Un día después, llegaste a Orense para
pasar con tus padres y con nosotros el fin de semana. Te esperábamos en el
portal. Al sacarte de la sillita en la que venías sentada dentro del coche nos
dimos cuenta enseguida que no eras la de siempre. Tus mejillas estaban muy
coloradas y la frente muy caliente. La temperatura era 39,6º y tenías
escalofríos. Te dimos paracetamol, en la dosis recomendada para tu peso, y te
pusimos unas toallitas húmedas en la frente, que no te gustaron. Tomaste el
biberón y dormiste. Durante la noche tuviste accesos de tos y te despertaste
alguna vez por haber perdido el chupete, que probablemente tu misma echabas
fuera para respirar por la boca por tener la nariz muy taponada.

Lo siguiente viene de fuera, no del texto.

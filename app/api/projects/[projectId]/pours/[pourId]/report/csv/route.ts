import { db } from "@/db";
import { authorize } from "@/lib/auth/authorize";
import { route } from "@/lib/http/route";
import { renderPourCsv } from "@/lib/reports/pour-csv";
import { reportFileName } from "@/lib/reports/pour-rows";
import { pourParamsSchema } from "@/lib/schemas/pour";
import { getPourReport } from "@/lib/server/get-pour-report";

/** The pour's stressing report as CSV: one row per tendon end read, in the project's units. */
export const GET = route(
  { params: pourParamsSchema, access: ({ params }) => authorize("report.download", params.projectId) },
  async ({ params }) => {
    const report = await getPourReport(db, params);
    return new Response(renderPourCsv(report), {
      headers: {
        "Content-Type": "text/csv; charset=utf-8",
        "Content-Disposition": `attachment; filename="${reportFileName(report, "csv")}"`,
        "Cache-Control": "no-store",
      },
    });
  },
);
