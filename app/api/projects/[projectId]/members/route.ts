import { db } from "@/db";
import { authorize } from "@/lib/auth/authorize";
import { route } from "@/lib/http/route";
import { projectParamsSchema } from "@/lib/schemas/member";
import { listMembers } from "@/lib/server/list-members";

export const GET = route(
  { params: projectParamsSchema, access: ({ params }) => authorize("members.view", params.projectId) },
  async ({ params }) => listMembers(db, params.projectId),
);
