import { afterEach, describe, expect, it, vi } from "vitest";
import { saveRecord } from "./outbox";
import { PHOTO_NO_CONNECTION, PHOTO_UNREADABLE, uploadPhotos } from "./photo-upload";
import { samplePayload, signIn, testDb } from "./test-support";

afterEach(() => {
  vi.unstubAllGlobals();
});

async function tabletWithPhoto() {
  const { db } = testDb();
  await signIn(db);
  const s = samplePayload();
  await saveRecord(db, { ...s, authorName: "Test Crew", local: null });
  await db.records.update(s.recordId, { syncState: "synced" });
  await db.photos.add({
    id: crypto.randomUUID(),
    recordId: s.recordId,
    projectId: s.payload.projectId,
    blob: new Blob([new Uint8Array([0xff, 0xd8, 0xff])], { type: "image/jpeg" }),
    contentType: "image/jpeg",
    sizeBytes: 3,
    width: 1,
    height: 1,
    takenAt: new Date().toISOString(),
    state: "queued",
    uploadedBytes: 0,
  });
  return db;
}

describe("uploadPhotos without a connection", () => {
  it("keeps the photo and says so in words, not the browser's 'Failed to fetch'", async () => {
    const db = await tabletWithPhoto();
    vi.stubGlobal("fetch", async () => {
      throw new TypeError("Failed to fetch");
    });
    await uploadPhotos(db);
    const [photo] = await db.photos.toArray();
    expect(photo).toMatchObject({ state: "failed", lastError: PHOTO_NO_CONNECTION });
    db.close();
  });
});

describe("uploadPhotos when the server's answer to starting the upload breaks its contract", () => {
  it("sends nothing to storage, keeps the photo and says so in words", async () => {
    const db = await tabletWithPhoto();
    const calls: string[] = [];
    vi.stubGlobal("fetch", async (url: string) => {
      calls.push(url);
      return new Response(JSON.stringify({ attachmentId: 5, uploadUrl: null }), { status: 201 });
    });
    await uploadPhotos(db);
    const [photo] = await db.photos.toArray();
    expect(photo).toMatchObject({ state: "failed", lastError: PHOTO_UNREADABLE });
    expect(photo!.attachmentId).toBeUndefined();
    expect(calls).toHaveLength(1);
    db.close();
  });
});
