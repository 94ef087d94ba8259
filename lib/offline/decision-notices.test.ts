import { describe, expect, it } from "vitest";
import type { FieldDisposition, FieldFlag } from "@/lib/schemas/sync";
import { noticesFromPull, RELEASED_INSTRUCTION, REOPENED_INSTRUCTION, type PourState } from "./decision-notices";
import { DECISION_INSTRUCTIONS, WAITING_INSTRUCTION } from "./hold-view";

const POUR: PourState = { id: "p1", name: "Level 3 east", release: null, reopened: null };
const TENDONS = new Map([
  ["t1", { id: "t1", tag: "U07", pourId: "p1" }],
  ["t2", { id: "t2", tag: "U02", pourId: "p1" }],
  ["t9", { id: "t9", tag: "X01", pourId: "p9" }],
]);

const flag = (over: Partial<FieldFlag> = {}): FieldFlag => ({
  id: "f1",
  tendonId: "t1",
  kind: "out_of_band",
  status: "open",
  reason: "Measured 14.4 % long against the prediction.",
  createdAt: "2026-12-02T15:00:00.000Z",
  dispositions: [],
  ...over,
});

const restress: FieldDisposition = {
  decision: "restress",
  reasons: "Restress to 3,350 psi and re-read the marks.",
  engineerName: "P. Raman",
  createdAt: "2026-12-02T16:00:00.000Z",
};

function diff(
  before: { pours?: PourState[]; flags?: FieldFlag[] },
  arrived: { pours?: PourState[]; flags?: FieldFlag[] },
) {
  return noticesFromPull({
    before: {
      pours: new Map((before.pours ?? [POUR]).map((p) => [p.id, p])),
      flags: new Map((before.flags ?? []).map((f) => [f.id, f])),
    },
    arrived: { pours: arrived.pours ?? [], flags: arrived.flags ?? [] },
    tendons: TENDONS,
  });
}

describe("noticesFromPull", () => {
  it("tells of a new open flag on a tendon, with its reason and that the crew waits", () => {
    const [notice, ...rest] = diff({}, { flags: [flag()] });
    expect(rest).toEqual([]);
    expect(notice).toMatchObject({
      id: "flag:f1",
      kind: "flag",
      pourId: "p1",
      pourName: "Level 3 east",
      tendonId: "t1",
      tendonTag: "U07",
      what: "New flag: Out of band.",
      words: "Measured 14.4 % long against the prediction.",
      instruction: `Held. ${WAITING_INSTRUCTION}`,
      holds: true,
    });
    // Each thing is said once: "do not cut tails" was written twice in one line.
    expect(notice!.instruction).toBe("Held. Wait for the engineer of record's decision. Do not cut tails.");
    expect(notice!.instruction.match(/do not cut tails/gi)).toHaveLength(1);
  });

  it("tells of a new disposition with the engineer's instruction in words and what to do", () => {
    const notices = diff({ flags: [flag()] }, { flags: [flag({ status: "with_engineer", dispositions: [restress] })] });
    expect(notices).toEqual([
      {
        id: "decision:f1:2026-12-02T16:00:00.000Z:restress",
        kind: "decision",
        pourId: "p1",
        pourName: "Level 3 east",
        tendonId: "t1",
        tendonTag: "U07",
        what: "Engineer's decision on the out of band flag: restress ordered.",
        words: "Restress to 3,350 psi and re-read the marks.",
        by: "P. Raman",
        instruction: DECISION_INSTRUCTIONS.restress,
        holds: true,
        at: "2026-12-02T16:00:00.000Z",
      },
    ]);
  });

  it("gives only the decision when a flag and its decision arrive in the same pull", () => {
    const notices = diff({}, { flags: [flag({ dispositions: [restress] })] });
    expect(notices.map((n) => n.kind)).toEqual(["decision"]);
  });

  it("says nothing when the flag arrives again unchanged, or with only a status change", () => {
    const known = flag({ dispositions: [restress] });
    expect(diff({ flags: [known] }, { flags: [known] })).toEqual([]);
    expect(diff({ flags: [known] }, { flags: [{ ...known, status: "with_engineer" }] })).toEqual([]);
  });

  it("tells of each later decision once, an accept as well", () => {
    const accept: FieldDisposition = {
      ...restress,
      decision: "accept",
      reasons: "Accepted as is.",
      createdAt: "2026-12-02T18:00:00.000Z",
    };
    const notices = diff(
      { flags: [flag({ dispositions: [restress] })] },
      { flags: [flag({ status: "closed", dispositions: [restress, accept] })] },
    );
    expect(notices).toHaveLength(1);
    expect(notices[0]).toMatchObject({
      words: "Accepted as is.",
      instruction: DECISION_INSTRUCTIONS.accept,
      holds: false,
    });
  });

  it("says nothing of a flag that arrives already closed without a decision", () => {
    expect(diff({}, { flags: [flag({ status: "closed" })] })).toEqual([]);
  });

  it("says nothing about pours the tablet did not hold before (a first download)", () => {
    const newPour: PourState = {
      id: "p9",
      name: "Level 4",
      release: { by: "P. Raman", at: "2026-12-02T18:00:00.000Z", statement: "Released." },
      reopened: null,
    };
    expect(diff({}, { pours: [newPour], flags: [flag({ id: "f9", tendonId: "t9" })] })).toEqual([]);
  });

  it("skips a flag of a tendon the tablet does not know", () => {
    expect(diff({}, { flags: [flag({ tendonId: "unknown" })] })).toEqual([]);
  });

  it("tells of a release with the engineer's statement, and not again when the same release comes twice", () => {
    const release = {
      by: "P. Raman",
      at: "2026-12-02T18:00:00.000Z",
      statement: "All 12 tendons in band; released for tail cutting.",
    };
    const released = { ...POUR, release };
    const [notice, ...rest] = diff({}, { pours: [released] });
    expect(rest).toEqual([]);
    expect(notice).toMatchObject({
      id: `released:p1:${release.at}`,
      kind: "released",
      tendonTag: null,
      what: "Pour released by P. Raman.",
      words: release.statement,
      instruction: RELEASED_INSTRUCTION,
    });
    expect(diff({ pours: [released] }, { pours: [released] })).toEqual([]);
  });

  it("tells of a reopening with the reason, and of a second release after it", () => {
    const first = { by: "P. Raman", at: "2026-12-02T18:00:00.000Z", statement: "Released." };
    const reopened = { by: "P. Raman", at: "2026-12-02T19:00:00.000Z", reason: "U07 needs a lift-off check." };
    const [reopen] = diff({ pours: [{ ...POUR, release: first }] }, { pours: [{ ...POUR, reopened }] });
    expect(reopen).toMatchObject({
      kind: "reopened",
      words: "U07 needs a lift-off check.",
      instruction: REOPENED_INSTRUCTION,
    });
    const signed = { ...reopened, by: "P. Raman, P.E." };
    const [byEngineer] = diff({ pours: [{ ...POUR, release: first }] }, { pours: [{ ...POUR, reopened: signed }] });
    expect(byEngineer!.what).toBe("Pour reopened by P. Raman, P.E.");
    const again = { ...first, at: "2026-12-02T20:00:00.000Z" };
    const notices = diff({ pours: [{ ...POUR, reopened }] }, { pours: [{ ...POUR, release: again, reopened }] });
    expect(notices.map((n) => n.kind)).toEqual(["released"]);
  });

  it("lists pour notices first, then tendons by tag", () => {
    const release = { by: "P. Raman", at: "2026-12-02T18:00:00.000Z", statement: "Released." };
    const notices = diff(
      {},
      { pours: [{ ...POUR, release }], flags: [flag(), flag({ id: "f2", tendonId: "t2", kind: "wire_break" })] },
    );
    expect(notices.map((n) => n.tendonTag)).toEqual([null, "U02", "U07"]);
  });
});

Al día siguiente te despertaste con fiebre
y volvimos a darte un antitérmico. Al levantarte, después de haber tomado el
paracetamol, te reíste, tocaste las palmas, echaste esos chillidos tan
característicos, bailaste con la música moviendo las caderas, echaste la lengua
repetidamente haciendo ruido con los labios… Seguiste mejor por el día pero por
la noche volviste a tener más de 38º. Tu madre ya se puso nerviosa porque era
el tercer día con fiebre. Me dijo que te auscultara. Una de las cosas que más nervioso
me pone es cualquier enfermedad, por leve que sea, de alguien de la familia. Lo
hice de mala gana. Estaba seguro que no tenías infección pulmonar, pero aun
así, tenía miedo que al auscultar tus pulmones oyera crepitantes -ruidos
respiratorios que oímos los médicos con el fonendoscopio al auscultar lo
pulmones, como el que hace el cabello al rozar unos pelos con otros por encima
de la oreja-, que podría indicar la existencia de neumonía y, aunque también es
más frecuente en los niños de tu edad que estuviese causada por un virus, a ver
como convencía a tu madre que podrías curarte sin tomar un antibiótico. La
auscultación de tus pulmones fue clara, normal. Incluso lloraste un poquito y
como decía Don Juan, aquel excelente médico con la pierna de palo de mi
ayuntamiento que me enseñó a auscultar recién terminada la carrera, se oyen mejor
los ruidos respiratorios en los niños cuando lloran.
Un día después te despertaste fenomenal,
sin fiebre. Ya eras tú. Tan avispada y maravillosa como siempre; lo más, como
dice que eres tu tío padrino, que te adora. Lo mismo que te adoramos el resto
de la familia. Te lo mereces.
Por la tarde te fuiste con tus padres para
La Coruña. Por la mañana del día siguiente ya te llevaron de nuevo a la
guardería y te aplaudieron las cuidadoras al entrar. Al sentarte, comenzaste a
golpear el tablero de la mesita con las palmas de las manos y a sonreír. Le
dijeron a tu madre, una vez más, que eras la alegría de la guardería.